Magnetotelluric images of the hydrothermal and magmatic system beneath Volcan Misti (Peru)

Abstract

Volcan Misti, situated in the Central Volcanic Zone (CVZ) is considered one of the most hazardous volcanoes in South America. Petrophysical and mineralogical studies of the erupted materials inferred the presence of an interactive and stratified magmatic system, composed of two to three magma reservoirs. However, its geometry and the relationships with tectonic and seismic activity remain largely unresolved due to the lack of highresolution geophysical imaging. To address this question, 42 broadband magnetotelluric (MT) stations were deployed around the volcanic edifice to construct the first three-dimensional electrical resistivity model of the magmatic and hydrothermal system. The data were inverted and the resulting model was characterized by three low-resistivity features.
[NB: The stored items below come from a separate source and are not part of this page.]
package dataset

import (
	"context"
	"errors"
	"fmt"
	"io"
	"strconv"

	"github.com/apache/arrow-go/v18/arrow"
	"github.com/apache/arrow-go/v18/arrow/array"
	"github.com/apache/arrow-go/v18/arrow/memory"
	"github.com/apache/arrow-go/v18/parquet/file"
	"github.com/apache/arrow-go/v18/parquet/pqarrow"
)

// openParquet opens a Parquet file with an Arrow view of its schema. The
// caller closes the returned *file.Reader.
func openParquet(path string) (*file.Reader, *pqarrow.FileReader, error) {
	pf, err := file.OpenParquetFile(path, false)
	if err != nil {
		return nil, nil, fmt.Errorf("read dataset %q: not a readable Parquet file: %w", path, err)
	}
	fr, err := pqarrow.NewFileReader(pf, pqarrow.ArrowReadProperties{BatchSize: int64(batchRows)}, memory.DefaultAllocator)
	if err != nil {
		pf.Close()
		return nil, nil, fmt.Errorf("read dataset %q: %w", path, err)
	}
	return pf, fr, nil
}

// fieldNames returns the top-level column names of a Parquet file.
func fieldNames(fr *pqarrow.FileReader) []string {
	names := make([]string, len(fr.Manifest.Fields))
	for i, f := range fr.Manifest.Fields {
		names[i] = f.Field.Name
	}
	return names
}

func parquetHeader(path string) ([]string, error) {
	pf, fr, err := openParquet(path)
	if err != nil {
		return nil, err
	}
	defer pf.Close()
	return fieldNames(fr), nil
}

// numericType reports whether an Arrow type can be read as numbers.
func numericType(dt arrow.DataType) bool {
	switch dt.ID() {
	case arrow.INT8, arrow.INT16, arrow.INT32, arrow.INT64,
		arrow.UINT8, arrow.UINT16, arrow.UINT32, arrow.UINT64,
		arrow.FLOAT32, arrow.FLOAT64,
		arrow.DECIMAL32, arrow.DECIMAL64, arrow.DECIMAL128, arrow.DECIMAL256:
		return true
	}
	return false
}

// integerType reports whether an Arrow type is a signed or unsigned integer.
func integerType(dt arrow.DataType) bool {
	switch dt.ID() {
	case arrow.INT8, arrow.INT16, arrow.INT32, arrow.INT64,
		arrow.UINT8, arrow.UINT16, arrow.UINT32, arrow.UINT64:
		return true
	}
	return false
}

// textType reports whether an Arrow type holds text.
func textType(dt arrow.DataType) bool {
	switch t := dt.(type) {
	case *arrow.StringType, *arrow.LargeStringType:
		return true
	case *arrow.DictionaryType:
		return textType(t.ValueType)
	}
	return false
}

// checkParquetType reports a column whose stored type does not fit the
// requested kind.
func checkParquetType(path string, cs ColumnSpec, dt arrow.DataType) error {
	switch cs.Kind {
	case Numeric:
		if numericType(dt) {
			return nil
		}
		if textType(dt) {
			return fmt.Errorf("read dataset %q: column %q holds text (%s), not numbers; declare its levels to read it as ordinal", path, cs.Name, dt)
		}
	case Ordinal, Label:
		if textType(dt) || integerType(dt) {
			return nil
		}
	}
	return fmt.Errorf("read dataset %q: column %q has type %s, which cannot be read as %s", path, cs.Name, dt, cs.Kind)
}

// readParquet reads the requested columns of a Parquet file in record
// batches, projecting on the requested columns.
func readParquet(ctx context.Context, spec Spec) (*Table, error) {
	sum, size, err := HashFile(spec.Path)
	if err != nil {
		return nil, err
	}
	pf, fr, err := openParquet(spec.Path)
	if err != nil {
		return nil, err
	}
	defer pf.Close()
	idx, err := findColumns(spec.Path, fieldNames(fr), spec.Columns)
	if err != nil {
		return nil, err
	}
	leaves := make([]int, len(idx))
	for k, i := range idx {
		sf := fr.Manifest.Fields[i]
		if !sf.IsLeaf() {
			return nil, fmt.Errorf("read dataset %q: column %q has the nested type %s, which cannot be read", spec.Path, spec.Columns[k].Name, sf.Field.Type)
		}
		if err := checkParquetType(spec.Path, spec.Columns[k], sf.Field.Type); err != nil {
			return nil, err
		}
		leaves[k] = sf.ColIndex
	}

	nrows := int(pf.NumRows())
	t := &Table{Path: spec.Path, SHA256: sum, Bytes: size, Columns: make([]Column, len(spec.Columns))}
	sinks := make([]*sink, len(spec.Columns))
	for i, c := range spec.Columns {
		t.Columns[i] = Column{Name: c.Name, Kind: c.Kind}
		sinks[i] = newSink(&t.Columns[i], c, nil)
		sinks[i].grow(nrows)
	}
	if len(spec.Columns) == 0 || nrows == 0 {
		t.Rows = nrows
		return t, nil
	}

	rr, err := fr.GetRecordReader(ctx, leaves, nil)
	if err != nil {
		return nil, fmt.Errorf("read dataset %q: %w", spec.Path, err)
	}
	defer rr.Release()
	rows := 0
	for rr.Next() {
		if err := ctx.Err(); err != nil {
			return nil, fmt.Errorf("read dataset %q: %w", spec.Path, err)
		}
		rec := rr.RecordBatch()
		// A bad cell in an earlier column wins over one in a later
		// column only within the same row: keep the smallest row.
		var first *CellError
		for k, s := range sinks {
			if i, p, v := appendArrow(s, rec.Column(k)); p != nil {
				row := rows + i + 1
				if first == nil || row < first.Row {
					first = &CellError{Path: spec.Path, Row: row, Column: spec.Columns[k].Name, Value: v, Reason: p.reason, Hint: p.hint}
				}
			}
		}
		if first != nil {
			return nil, first
		}
		rows += int(rec.NumRows())
	}
	// Older Arrow releases reported a normal end as io.EOF.
	if err := rr.Err(); err != nil && !errors.Is(err, io.EOF) {
		return nil, fmt.Errorf("read dataset %q: after row %d: %w", spec.Path, rows, err)
	}
	if err := ctx.Err(); err != nil {
		return nil, fmt.Errorf("read dataset %q: %w", spec.Path, err)
	}
	if rows != nrows {
		return nil, fmt.Errorf("read dataset %q: read %d rows but the file declares %d", spec.Path, rows, nrows)
	}
	t.Rows = rows
	return t, nil
}

// appendArrow appends an Arrow array's values to a sink. On a value that
// cannot be read it stops and returns the value's index, the problem and the
// value as text.
func appendArrow(s *sink, arr arrow.Array) (int, *cellProblem, string) {
	switch a := arr.(type) {
	case *array.Float64:
		appendFloats(s, a, a.Float64Values())
	case *array.Float32:
		appendFloats(s, a, a.Float32Values())
	case *array.Int8:
		return appendInts(s, a, a.Int8Values())
	case *array.Int16:
		return appendInts(s, a, a.Int16Values())
	case *array.Int32:
		return appendInts(s, a, a.Int32Values())
	case *array.Int64:
		return appendInts(s, a, a.Int64Values())
	case *array.Uint8:
		return appendInts(s, a, a.Uint8Values())
	case *array.Uint16:
		return appendInts(s, a, a.Uint16Values())
	case *array.Uint32:
		return appendInts(s, a, a.Uint32Values())
	case *array.Uint64:
		return appendInts(s, a, a.Uint64Values())
	case *array.Decimal32:
		appendDecimals(s, a, a.Values(), a.DataType())
	case *array.Decimal64:
		appendDecimals(s, a, a.Values(), a.DataType())
	case *array.Decimal128:
		appendDecimals(s, a, a.Values(), a.DataType())
	case *array.Decimal256:
		appendDecimals(s, a, a.Values(), a.DataType())
	case *array.String:
		return appendText(s, a, a.Value)
	case *array.LargeString:
		return appendText(s, a, a.Value)
	case *array.Dictionary:
		dict, ok := a.Dictionary().(interface{ Value(int) string })
		if !ok {
			panic(fmt.Sprintf("dataset: dictionary of %s passed the type check", a.Dictionary().DataType()))
		}
		return appendText(s, a, func(i int) string { return dict.Value(a.GetValueIndex(i)) })
	default:
		// checkParquetType admits only the types above.
		panic(fmt.Sprintf("dataset: unexpected Arrow type %s", arr.DataType()))
	}
	return 0, nil, ""
}

func appendFloats[T float32 | float64](s *sink, a arrow.Array, vals []T) {
	c := s.col
	nulls := a.NullN() > 0
	for i, v := range vals {
		if nulls && a.IsNull(i) {
			c.Values = append(c.Values, nan)
			continue
		}
		c.Values = append(c.Values, float64(v)) // NaN stays NaN: missing
	}
}

func appendInts[T int8 | int16 | int32 | int64 | uint8 | uint16 | uint32 | uint64](s *sink, a arrow.Array, vals []T) (int, *cellProblem, string) {
	c := s.col
	nulls := a.NullN() > 0
	if c.Kind == Numeric {
		for i, v := range vals {
			if nulls && a.IsNull(i) {
				c.Values = append(c.Values, nan)
				continue
			}
			c.Values = append(c.Values, float64(v))
		}
		return 0, nil, ""
	}
	// Ordinal or Label: match the decimal text.
	var buf []byte
	for i, v := range vals {
		if nulls && a.IsNull(i) {
			s.addMissing()
			continue
		}
		if v < 0 {
			buf = strconv.AppendInt(buf[:0], int64(v), 10)
		} else {
			buf = strconv.AppendUint(buf[:0], uint64(v), 10)
		}
		if p := s.add(string(buf)); p != nil {
			return i, p, string(buf)
		}
	}
	return 0, nil, ""
}

func appendDecimals[T interface{ ToFloat64(int32) float64 }](s *sink, a arrow.Array, vals []T, dt arrow.DataType) {
	scale := dt.(arrow.DecimalType).GetScale()
	c := s.col
	nulls := a.NullN() > 0
	for i, v := range vals {
		if nulls && a.IsNull(i) {
			c.Values = append(c.Values, nan)
			continue
		}
		c.Values = append(c.Values, v.ToFloat64(scale))
	}
}

func appendText(s *sink, a arrow.Array, value func(int) string) (int, *cellProblem, string) {
	nulls := a.NullN() > 0
	for i := range a.Len() {
		if nulls && a.IsNull(i) {
			s.addMissing()
			continue
		}
		if p := s.add(value(i)); p != nil {
			return i, p, value(i)
		}
	}
	return 0, nil, ""
}
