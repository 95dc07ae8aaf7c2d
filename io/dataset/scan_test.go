package dataset

import (
	"encoding/csv"
	"errors"
	"io"
	"math/rand/v2"
	"slices"
	"strings"
	"testing"
)

// scanAll reads every record of text with a recordScanner. bad reports
// that it stopped at a record with broken quoting.
func scanAll(text string, sep byte) (recs [][]string, bad bool) {
	sc := newRecordScanner(sep)
	data := []byte(text)
	pos := 0
	for {
		res, _, end := sc.next(data, pos, true)
		switch res {
		case scanEnd:
			return recs, false
		case scanBad:
			return recs, true
		case scanMore:
			panic("scanMore at the end of the file")
		}
		rec := make([]string, len(sc.fields))
		for i := range rec {
			rec[i] = string(sc.field(data, i))
		}
		recs = append(recs, rec)
		pos = end
	}
}

// csvAll reads every record of text with encoding/csv, as the reader used to
// (no field count check here). err is the first error other than io.EOF.
func csvAll(text string, sep byte) (recs [][]string, err error) {
	r := csv.NewReader(strings.NewReader(text))
	r.Comma = rune(sep)
	r.FieldsPerRecord = -1
	for {
		rec, err := r.Read()
		if errors.Is(err, io.EOF) {
			return recs, nil
		}
		if err != nil {
			return recs, err
		}
		recs = append(recs, rec)
	}
}

// randomText draws n pieces from an alphabet rich in the characters that
// matter to CSV: separators, quotes, CR and LF in every combination.
func randomText(rng *rand.Rand, n int) string {
	pieces := []string{"a", "7", "2.5", ",", ",", "\t", `"`, `"`, `""`, "\n", "\n", "\r", "\r\n", " ", "é", "NA", "12.345678901234567", "abcdefg"}
	var b strings.Builder
	for range n {
		b.WriteString(pieces[rng.IntN(len(pieces))])
	}
	return b.String()
}

// The scanner must split every text into the records and fields that
// encoding/csv finds (with Comma set, LazyQuotes off), and stop where
// encoding/csv reports a quoting error. Fixed seed; 40 000 texts of up to 40
// pieces, for both separators.
func TestScannerMatchesEncodingCSV(t *testing.T) {
	rng := rand.New(rand.NewPCG(20261202, 7))
	fixed := []string{
		"", "\n", "\r", "\r\n", "\r\r", "\r\r\n", "a\r", "a,\r", "a\r\r\n", `"a"` + "\r", `"a"` + "\r\n", `"a"` + "\rb",
		`"a""b",c`, `"a` + "\r\n" + `b"`, `"unterminated`, `a"b`, `"a"b`, `"a",`, "a,b,\n", ",\n,", "\n\na\n\n",
	}
	texts := slices.Clone(fixed)
	for range 40_000 {
		texts = append(texts, randomText(rng, rng.IntN(40)))
	}
	for _, text := range texts {
		for _, sep := range []byte{',', '\t'} {
			want, werr := csvAll(text, sep)
			got, bad := scanAll(text, sep)
			if bad != (werr != nil) || !slices.EqualFunc(got, want, slices.Equal) {
				t.Fatalf("sep %q, text %q:\nscanner %q (bad %v)\nencoding/csv %q (err %v)", sep, text, got, bad, want, werr)
			}
		}
	}
}

// Fed a growing prefix of a text (eof false), the scanner either asks for
// more or returns what the whole text gives for its first record: the
// header is read that way.
func TestScannerPrefixes(t *testing.T) {
	rng := rand.New(rand.NewPCG(20261202, 8))
	for range 5_000 {
		text := randomText(rng, rng.IntN(30))
		whole := newRecordScanner(',')
		wres, _, wend := whole.next([]byte(text), 0, true)
		var wrec []string
		for i := range whole.fields {
			wrec = append(wrec, string(whole.field([]byte(text), i)))
		}
		for l := 0; l <= len(text); l++ {
			data := []byte(text[:l])
			sc := newRecordScanner(',')
			res, _, end := sc.next(data, 0, l == len(text))
			if res == scanMore {
				if l == len(text) {
					t.Fatalf("%q: scanMore at the end", text)
				}
				continue
			}
			if res != wres || (res == scanRecord && end != wend) {
				t.Fatalf("%q, prefix %d: %v ending at %d; the whole text gives %v ending at %d", text, l, res, end, wres, wend)
			}
			if res == scanRecord {
				for i := range sc.fields {
					if string(sc.field(data, i)) != wrec[i] {
						t.Fatalf("%q, prefix %d: field %d = %q, want %q", text, l, i, sc.field(data, i), wrec[i])
					}
				}
			}
			break
		}
	}
}

// lastBoundary finds record boundaries: in well-formed text, the offsets it
// returns for every block split are exactly offsets where encoding/csv
// starts a record (or the end), and it finds the last such offset in the
// block.
func TestLastBoundary(t *testing.T) {
	rng := rand.New(rand.NewPCG(20261202, 9))
	cells := []string{"1", "x", `"a,b"`, `"two` + "\n" + `lines"`, `"say ""hi"""`, `""`, "", `"` + "\r\n" + `"`}
	for range 2_000 {
		var b strings.Builder
		var ends []int // offsets just past each record's line feed
		for range 1 + rng.IntN(8) {
			for j := range 3 {
				if j > 0 {
					b.WriteByte(',')
				}
				b.WriteString(cells[rng.IntN(len(cells))])
			}
			if rng.IntN(2) == 0 {
				b.WriteString("\r\n")
			} else {
				b.WriteString("\n")
			}
			ends = append(ends, b.Len())
		}
		text := []byte(b.String())
		for range 50 {
			from := rng.IntN(len(text))
			to := from + 1 + rng.IntN(len(text)-from)
			{
				// parity of the quotes before from
				parity := strings.Count(string(text[:from]), `"`) & 1
				got := lastBoundary(text[:to], from, &parity)
				want := -1
				for _, e := range ends {
					if e > from && e <= to {
						want = e
					}
				}
				if got != want {
					t.Fatalf("%q [%d:%d]: boundary %d, want %d", text, from, to, got, want)
				}
				if parity != strings.Count(string(text[:to]), `"`)&1 {
					t.Fatalf("parity not updated")
				}
			}
		}
	}
}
The first is a conductive layer, ~1 km thick (5 to 40 Ωm), that extends laterally beneath the volcanic edifice and is interpreted as a clay cap. The second feature corresponds to an inferred low-resistivity body (10–30 Ωm), located at sea level. The third is a low-resistivity body (< 10 Ωm) imaged at ~10 km below sea level, located slightly east of the volcano (~2.5 km). The resistivity of this feature is interpreted as indicative of the presence of andesitic melts, suggesting a melt fraction in the range 4–24% for the temperature range 900–950 ◦C. The seismicity associated with the volcano is minimal and concentrated just beneath the crater at a depth of ~2.5 km. The shallow depth of the seismicity, together with the MT model, suggests that the recharge and supply of magma occur in a cryptic manner.